Багрий перевязал раненых, что скопились на восточном склоне холма. У одного в левом боку, где зияла огромная рана, хлюпало, хрипело и зловеще пенилось. Багрий затампонировал рану. У другого – перелом бедра. Вместо шины Андрей Григорьевич прибинтовал к ноге кусок разбитой оглобли. Ему сказали о тяжело раненном комбате, что остался в окопе на западном склоне. Багрий пополз туда. Раненый сидел, привалившись к глиняной, не успевшей еще обсохнуть стене, весь измазанный грязью, пылью и чем-то черным. Правая нога была туго перетянута в бедре брючным ремнем. Глаза полузакрыты, лицо – серовато-бледное, землистое, какое бывает только при тяжелом ранении с большой потерей крови. Второй, еще молодой совсем, с красным веснушчатым лицом и выбившимися из-под каски рыжими волосами, стоял у пулемета.

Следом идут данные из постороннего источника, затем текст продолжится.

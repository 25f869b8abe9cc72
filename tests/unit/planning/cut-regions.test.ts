import { describe, expect, it } from "vitest";
import { cutRegions, travelAcross } from "@/lib/planning/cut-regions";
import { cutEstimate } from "@/lib/planning/gcode";

type V3 = [number, number, number];
const box = (min: V3, max: V3) => ({ min, max });

describe("the piece each through cut crosses", () => {
  // Four 500×500×250 pieces in a 1002×500×502 block: first a cut across the length, then each half is cut across the height.
  const pieces = [box([0, 0, 0], [500, 500, 250]), box([0, 0, 252], [500, 500, 502]), box([502, 0, 0], [1002, 500, 250]), box([502, 0, 252], [1002, 500, 502])];
  const cuts = [{ axis: "x" as const, at: 500 }, { axis: "z" as const, at: 250 }, { axis: "z" as const, at: 250 }];

  it("gives the first cut the whole block and each later cut only its half", () => {
    const r = cutRegions([1002, 500, 502], cuts, 0, 2, pieces);
    expect(r[0]!.region).toEqual(box([0, 0, 0], [1002, 500, 502]));
    const halves = [r[1]!.region, r[2]!.region].map((b) => [b.min[0], b.max[0]]).sort((a, b) => a[0]! - b[0]!);
    expect(halves).toEqual([[0, 500], [502, 1002]]);
  });

  it("counts wire travel across those pieces, not the whole block", () => {
    const r = cutRegions([1002, 500, 502], cuts, 0, 2, pieces);
    expect(r.map(travelAcross)).toEqual([502, 500, 500]);
    const e = cutEstimate([1002, 500, 502], cuts, 100, 0, { kerf: 2, pieces });
    expect(e.lengthMm).toBe(1502);
    expect(cutEstimate([1002, 500, 502], cuts, 100, 0).lengthMm).toBe(502 + 1002 + 1002);
  });
});
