/**
 * Exact search for a packing with no waste at all: when the parts (grown by the kerf) fill the
 * block's usable box exactly, as when the parts were themselves cut from one block, the cut tree
 * is rebuilt bottom-up by gluing two boxes that share a face into one, until one box is left that
 * is the block. Every guillotine tree can be glued back this way, so the search is complete for
 * zero-waste packings (bounded by `nodeLimit`); failed states are remembered. Rotation rules are
 * kept by carrying, per box, the turns all its parts allow. Only for blocks without defects.
 * The first call should go without `r` (a fixed order); calls again with `r` shuffle the order
 * among equally good moves, since a wrong early glue can cost the whole budget.
 */
export function packAllByMerging(
  block: BlockInfo,
  types: readonly ItemType[],
  counts: readonly number[],
  nodeLimit: number,
  stop: () => boolean = () => false,
  r?: Rng,
): BlockFill | undefined {
  if (block.obstacles.length > 0) return undefined;
  const target = block.usable.size;
  const targetSorted = ascending(target);
  const leaves: MergeNode[] = [];
  let need = 0;
  counts.forEach((c, t) => {
    if (c <= 0) return;
    const type = types[t]!;
    const base = type.dims[0]!;
    let mask = 0;
    for (let p = 0; p < PERMS.length; p++) if (type.dims.some((d) => sameVec(d, permute(p, base)))) mask |= 1 << p;
    for (let i = 0; i < c; i++) leaves.push(mergeNode(base, mask, { type: t }));
    need += c * vol(base);
  });
  // Each level of the search holds its candidate glues: beyond a few dozen pieces that costs more
  // memory and time than it is worth.
  if (leaves.length === 0 || leaves.length > MAX_MERGE_PIECES || Math.abs(need - vol(target)) > 1e-6 * vol(target))
    return undefined;
  const rootPerm = (n: MergeNode): number => {
    for (let p = 0; p < PERMS.length; p++) if (n.mask & (1 << p) && sameVec(permute(p, n.dims), target)) return p;
    return -1;
  };

  /** Every distinct box that gluing a and b can give. */
  const glue = (a: MergeNode, b: MergeNode): MergeNode[] => {
    const out = new Map<string, MergeNode>();
    for (let pa = 0; pa < PERMS.length; pa++) {
      if (!(a.mask & (1 << pa))) continue;
      const da = permute(pa, a.dims);
      for (let pb = 0; pb < PERMS.length; pb++) {
        if (!(b.mask & (1 << pb))) continue;
        const db = permute(pb, b.dims);
        for (let ax = 0; ax < 3; ax++) {
          const o1 = (ax + 1) % 3;
          const o2 = (ax + 2) % 3;
          if (!near(da[o1]!, db[o1]!) || !near(da[o2]!, db[o2]!)) continue;
          const dims = [...da] as Vec3;
          dims[ax] = da[ax]! + db[ax]!;
          if (!atLeastSorted(target, dims)) continue;
          let mask = 0;
          for (let q = 0; q < PERMS.length; q++)
            if (a.mask & (1 << AFTER[q]![pa]!) && b.mask & (1 << AFTER[q]![pb]!)) mask |= 1 << q;
          const at: Vec3 = [0, 0, 0];
          at[ax] = da[ax]!;
          const node = mergeNode(dims, mask, {
            kids: [
              { node: a, perm: pa, at: [0, 0, 0] },
              { node: b, perm: pb, at },
            ],
          });
          if (!out.has(node.key)) out.set(node.key, node);
        }
      }
    }
    return [...out.values()];
  };

  // Failed states, as numbers; bounded so a long search cannot grow memory without end.
  const failed = new Set<number>();
  const MAX_REMEMBERED = 200_000;
  let nodes = 0;
  let aborted = false;
  const dfs = (boxes: MergeNode[]): MergeNode | undefined => {
    if (boxes.length === 1) return rootPerm(boxes[0]!) >= 0 ? boxes[0] : undefined;
    if (++nodes > nodeLimit || ((nodes & 15) === 0 && stop())) {
      aborted = true;
      return undefined;
    }
    const stateKey = stateHash(boxes);
    if (failed.has(stateKey)) return undefined;
    const moves: { i: number; j: number; node: MergeNode; score: number }[] = [];
    const pairs = new Set<string>();
    const sharing: [number, number][] = [];
    for (let i = 0; i < boxes.length; i++)
      for (let j = i + 1; j < boxes.length; j++)
        if (shareTwoSides(boxes[i]!.sorted, boxes[j]!.sorted)) sharing.push([i, j]);
    for (const [i, j] of sharing) {
      const a = boxes[i]!;
      const b = boxes[j]!;
      const pk = a.key < b.key ? `${a.key}/${b.key}` : `${b.key}/${a.key}`;
      if (pairs.has(pk)) continue;
      pairs.add(pk);
      for (const node of glue(a, b)) {
        // Boxes that reach a side of the block whole are the slabs a cutter makes first.
        const whole = node.sorted.filter((v) => targetSorted.some((t) => near(v, t))).length;
        // Then small boxes first (bottom-up); with an rng, a shuffled order for restarts.
        moves.push({ i, j, node, score: whole * 1e12 - node.volume * (r ? 0.5 + r() : 1) });
      }
    }
    moves.sort((x, y) => y.score - x.score);
    for (const m of moves) {
      const next = boxes.filter((_, k) => k !== m.i && k !== m.j);
      next.push(m.node);
      const found = dfs(next);
      if (found || aborted) return found;
    }
    if (failed.size < MAX_REMEMBERED) failed.add(stateKey);
    return undefined;
  };
  const root = dfs(leaves);
  if (!root) return undefined;

  // Unfold the glued tree into placements in the block's frame.
  const items: PackedItem[] = [];
  const place = (n: MergeNode, perm: number, origin: Vec3): void => {
    if (n.type !== undefined) {
      items.push({ type: n.type, origin, dims: permute(perm, n.dims) });
      return;
    }
    for (const k of n.kids!) {
      const at = permute(perm, k.at);
      place(k.node, AFTER[perm]![k.perm]!, [origin[0] + at[0], origin[1] + at[1], origin[2] + at[2]]);
    }
  };
  place(root, rootPerm(root), [...block.usable.origin] as Vec3);
  const packedVolume = items.reduce((s, it) => s + types[it.type]!.volume, 0);
  return { block: block.index, items, leftovers: [], packedVolume };
}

– Осколком его, товарищ капитан медицинской службы, – сказал пулеметчик. – Хотел к соседу сбегать, узнать, почему у них пулемет замолк. Только выбрался, а тут – на тебе… Я ему жгут наложил: кровь так и кипела.

Багрий узнал раненого:

– Тарас Игнатьевич?

Тот медленно приподнял тяжелые веки, глянул на Багрия чужими глазами.

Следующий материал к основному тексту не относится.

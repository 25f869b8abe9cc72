import fc from "fast-check";
import { describe, expect, it } from "vitest";
import { overlaps } from "@/lib/nesting/geometry";
import { procedure } from "@/lib/planning/procedure";
import { clipZone, cutState, shareValue } from "@/lib/planning/recording";
import { huge, machine, ok, part, randomPlan } from "../../support/procedure-fixtures";

const vol = (b: { size: readonly number[] }) => b.size[0]! * b.size[1]! * b.size[2]!;

describe("cutState: what a part-cut block has become", () => {
  // A 1000 × 600 × 400 block: a bottom slab P1, then the top slab split across its width into P2
  // and an offcut. The wire spans 700 mm, so the width (600) runs along the wire in step 1 and the
  // top slab has to be placed again (step 2) for its cut across the width.
  const proc = ok(
    procedure({
      blockCode: "T-1",
      size: [1000, 600, 400],
      trim: 0,
      kerf: 2,
      machine: machine({ wireLength: 700 }),
      pieces: [
        part("P1", [0, 0, 0], [1000, 600, 200]),
        part("P2", [0, 0, 202], [1000, 300, 198]),
        { kind: "offcut", index: 0, origin: [0, 302, 202], size: [1000, 298, 198] },
      ],
    }),
  );

  it("takes two steps for this block (worked by hand)", () => {
    expect(proc.steps.map((s) => s.piece)).toEqual(["A", "B"]);
    expect(proc.steps[1]!.size).toEqual([1000, 600, 198]);
  });

  it("after step 1: P1 came off; the top slab B goes back to stock with its true size", () => {
    const s = cutState(proc, new Set([1]));
    expect(s.parts.map((p) => p.part)).toEqual(["P1"]);
    expect(s.offcuts).toEqual([]);
    expect(s.remainders).toEqual([{ piece: "B", step: 2, box: { origin: [0, 0, 202], size: [1000, 600, 198] } }]);
    expect(s.cuts).toEqual([{ axis: "z", at: 200 }]);
  });

  it("with every step: the whole plan, nothing left over", () => {
    const s = cutState(proc, new Set([1, 2]));
    expect(s.parts.map((p) => p.part).sort()).toEqual(["P1", "P2"]);
    expect(s.offcuts.map((o) => o.index)).toEqual([0]);
    expect(s.remainders).toEqual([]);
  });

  it("a step whose piece never came off is not counted: the block stays whole", () => {
    const s = cutState(proc, new Set([2]));
    expect(s.counted).toEqual([]);
    expect(s.skipped).toEqual([2]);
    expect(s.remainders).toEqual([{ piece: "A", step: 1, box: { origin: [0, 0, 0], size: [1000, 600, 400] } }]);
  });

  it("on random plans and any steps done, the pieces never overlap, stay in the block and never outgrow it", () => {
    fc.assert(
      fc.property(fc.integer({ min: 1, max: 10_000 }), fc.array(fc.boolean(), { maxLength: 60 }), (seed, flags) => {
        const input = randomPlan(seed);
        const p = procedure({ ...input, machine: huge("horizontal") });
        if (!p.ok) return;
        const done = new Set(p.steps.filter((_, i) => flags[i] ?? true).map((s) => s.n));
        const s = cutState(p, done);
        const boxes = [...s.parts.map((x) => x.box), ...s.offcuts.map((x) => x.box), ...s.remainders.map((x) => x.box)];
        for (const b of boxes)
          for (let a = 0; a < 3; a++) {
            expect(b.origin[a]!).toBeGreaterThanOrEqual(-1e-6);
            expect(b.origin[a]! + b.size[a]!).toBeLessThanOrEqual(input.size[a]! + 1e-6);
          }
        for (let i = 0; i < boxes.length; i++)
          for (let j = i + 1; j < boxes.length; j++) expect(overlaps(boxes[i]!, boxes[j]!)).toBe(false);
        expect(boxes.reduce((t, b) => t + vol(b), 0)).toBeLessThanOrEqual(vol({ size: input.size }) + 1e-3);
        // All steps done: exactly the plan's parts and offcuts come off, nothing remains.
        const all = cutState(p, new Set(p.steps.map((x) => x.n)));
        expect(all.remainders).toEqual([]);
        expect(all.parts.length).toBe(input.pieces.filter((x) => x.kind === "part").length);
        expect(all.offcuts.length).toBe(input.pieces.filter((x) => x.kind === "offcut").length);
      }),
      { numRuns: 120, seed: 5 },
    );
  });
});

describe("clipZone and shareValue", () => {
  it("clips a zone to a piece in the piece's own frame, or null outside it", () => {
    const piece = { origin: [100, 0, 0] as [number, number, number], size: [50, 50, 50] as [number, number, number] };
    expect(clipZone({ min: [90, 0, 0], max: [120, 10, 10] }, piece)).toEqual({ min: [0, 0, 0], max: [20, 10, 10] });
    expect(clipZone({ min: [0, 0, 0], max: [99, 10, 10] }, piece)).toBeNull();
  });

  it("shares a block's value by volume, to the cent (by hand: half a 1 m³ block of 100 is 50)", () => {
    expect(shareValue(100, 1, [[500, 1000, 1000]])).toEqual([50]);
    expect(
      shareValue(118.5, 1.81, [
        [1000, 1000, 100],
        [300, 300, 300],
      ]),
    ).toEqual([6.55, 1.77]); // 118.5 × 0.1 / 1.81 = 6.547; 118.5 × 0.027 / 1.81 = 1.768;
  });
});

– Ранило вот, – сказал он тихо и таким голосом, будто расстались они не в сорок первом после переправы через Днепр, а только вчера.

Багрий ослабил жгут. Кровь ударила фонтаном. Пришлось опять затянуть. Достал из сумки иглодержатель, кривую иглу с предварительно вдетой стерильной шелковинкой и перевязал сосуд. Ни один мускул не дрогнул на бледном лице Бунчужного.

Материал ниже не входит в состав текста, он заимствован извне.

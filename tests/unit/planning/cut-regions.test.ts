import { describe, expect, it } from "vitest";
import { cutRegions, stuckPieces, travelAcross } from "@/lib/planning/cut-regions";
import { cutEstimate } from "@/lib/planning/wire-travel";

type V3 = [number, number, number];
const box = (min: V3, max: V3) => ({ min, max });

describe("the piece each through cut crosses", () => {
  // Four 500×500×250 pieces in a 1002×500×502 block: first a cut across the length, then each half is cut across the height.
  const pieces = [
    box([0, 0, 0], [500, 500, 250]),
    box([0, 0, 252], [500, 500, 502]),
    box([502, 0, 0], [1002, 500, 250]),
    box([502, 0, 252], [1002, 500, 502]),
  ];
  const cuts = [
    { axis: "x" as const, at: 500 },
    { axis: "z" as const, at: 250 },
    { axis: "z" as const, at: 250 },
  ];

  it("gives the first cut the whole block and each later cut only its half", () => {
    const r = cutRegions([1002, 500, 502], cuts, 0, 2, pieces);
    expect(r[0]!.region).toEqual(box([0, 0, 0], [1002, 500, 502]));
    const halves = [r[1]!.region, r[2]!.region].map((b) => [b.min[0], b.max[0]]).sort((a, b) => a[0]! - b[0]!);
    expect(halves).toEqual([
      [0, 500],
      [502, 1002],
    ]);
  });

  it("counts wire travel across those pieces, not the whole block", () => {
    const r = cutRegions([1002, 500, 502], cuts, 0, 2, pieces);
    expect(r.map(travelAcross)).toEqual([502, 500, 500]);
    const e = cutEstimate([1002, 500, 502], cuts, 100, 0, { kerf: 2, pieces });
    expect(e.lengthMm).toBe(1502);
    expect(cutEstimate([1002, 500, 502], cuts, 100, 0).lengthMm).toBe(502 + 1002 + 1002);
  });
});

describe("which region each cut of a plan belongs to", () => {
  // Left part: a y cut, then its upper piece split by a z cut; right part: its own z cut at the same
  // height. A 152×100×10 block, kerf 2 — the order the nesting core derives (separate).
  const pieces = [
    box([0, 0, 0], [50, 30, 10]),
    box([0, 32, 0], [50, 100, 4]),
    box([0, 32, 6], [50, 100, 10]),
    box([52, 0, 0], [152, 100, 4]),
    box([52, 0, 6], [152, 100, 10]),
  ];
  const cuts = [
    { axis: "x" as const, at: 50 },
    { axis: "y" as const, at: 30 },
    { axis: "z" as const, at: 4 },
    { axis: "z" as const, at: 4 },
  ];

  it("gives cut 3 the left part's upper piece and cut 4 the right part, as they are made", () => {
    // Replaying cuts by "first region split" gave cut 3 to the right part (it too has pieces on both
    // sides of z = 4), so the sheet numbered the two z cuts the wrong way round.
    const r = cutRegions([152, 100, 10], cuts, 0, 2, pieces);
    expect(r.map((c) => [c.n, c.axis, c.region])).toEqual([
      [1, "x", box([0, 0, 0], [152, 100, 10])],
      [2, "y", box([0, 0, 0], [50, 100, 10])],
      [3, "z", box([0, 32, 0], [50, 100, 10])],
      [4, "z", box([52, 0, 0], [152, 100, 10])],
    ]);
    expect(r.map(travelAcross)).toEqual([10, 10, 50, 100]);
  });

  it("replays a cut list made in another order: each cut takes the first region it splits", () => {
    const other = [
      { axis: "z" as const, at: 4 },
      { axis: "x" as const, at: 50 },
    ];
    const two = [box([0, 0, 0], [50, 100, 4]), box([52, 0, 0], [152, 100, 4]), box([0, 0, 6], [152, 100, 10])];
    const r = cutRegions([152, 100, 10], other, 0, 2, two);
    expect(r.map((c) => c.region)).toEqual([box([0, 0, 0], [152, 100, 10]), box([0, 0, 0], [152, 100, 4])]);
  });
});

describe("pieces no cut can free", () => {
  const at = (block: string, origin: V3, size: V3) => ({ block, origin, size });
  it("counts the five pieces of a pinwheel (the textbook non-guillotine pattern; common knowledge, no source) with a lower middle piece, and none of a stack of slabs", () => {
    // With pieces all as high as each other the pinwheel would be one layer a profile cutter frees.
    const pinwheel = {
      placements: [
        at("B", [0, 0, 0], [20, 10, 10]),
        at("B", [20, 0, 0], [10, 20, 10]),
        at("B", [10, 20, 0], [20, 10, 10]),
        at("B", [0, 10, 0], [10, 20, 10]),
        at("B", [10, 10, 0], [10, 10, 5]),
      ],
      offcuts: [],
    };
    expect(stuckPieces(pinwheel, "B", 0)).toBe(5);
    const slabs = {
      placements: [at("C", [0, 0, 0], [30, 30, 10]), at("C", [0, 0, 12], [30, 30, 10])],
      offcuts: [at("C", [0, 0, 24], [30, 30, 6])],
    };
    expect(stuckPieces(slabs, "C", 2)).toBe(0);
    // Pieces of other blocks are not counted.
    expect(stuckPieces(pinwheel, "C", 0)).toBe(0);
  });
});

«Это шок», – с тоской подумал Багрий. И стал бинтовать.

– Сейчас начнет чертей сыпать, – со злостью воскликнул рыжий парень и, обращаясь к Багрию, добавил: – Давай, товарищ капитан медицинской службы, вали отсюда. Сейчас начнет садить.

И как бы в подтверждение его слов, сразу же загрохотало. Земля на холме от основания и до вершины будто закипела.

Разрывы прекратились так же внезапно, как и начались.

– Сейчас пойдет, – с какой-то лихостью воскликнул пулеметчик и выругался многоэтажной бранью. – Пошел! Держись, Вася!

Багрий понял, что рыжего парня зовут Васей, что он приготовился к атаке и сам себя подбадривает.

Внизу послышались крики. Беспорядочная стрельба. Все это на короткое время заглушила пулеметная очередь… вторая… третья…

Потом, вспоминая этот эпизод, Багрий не мог отделаться от ощущения, что он продолжался очень долго, что время остановилось и солнце остановилось.

Стучал и стучал пулемет. Вдруг затих, будто захлебнулся.

– Ленту! – крикнул пулеметчик. – Давай ленту!

Багрий не понял и машинально схватил лежавшую в выемке, сделанной в глиняной стене окопа, связку гранат и протянул их пулеметчику. Тот зло выругался, сам дотянулся до ящика с лентами, взял одну, заправил ее и снова припал к пулемету.

Багрий выглянул из окопа и увидел немцев. Они бежали, низко склонившись к земле, стреляли не целясь и кричали… Над головой просвистела пуля.

– Куда тебя черт несет? – крикнул пулеметчик и опять выругался, на этот раз весело, с каким-то задором. – Сучьи дети, покуштовалы?!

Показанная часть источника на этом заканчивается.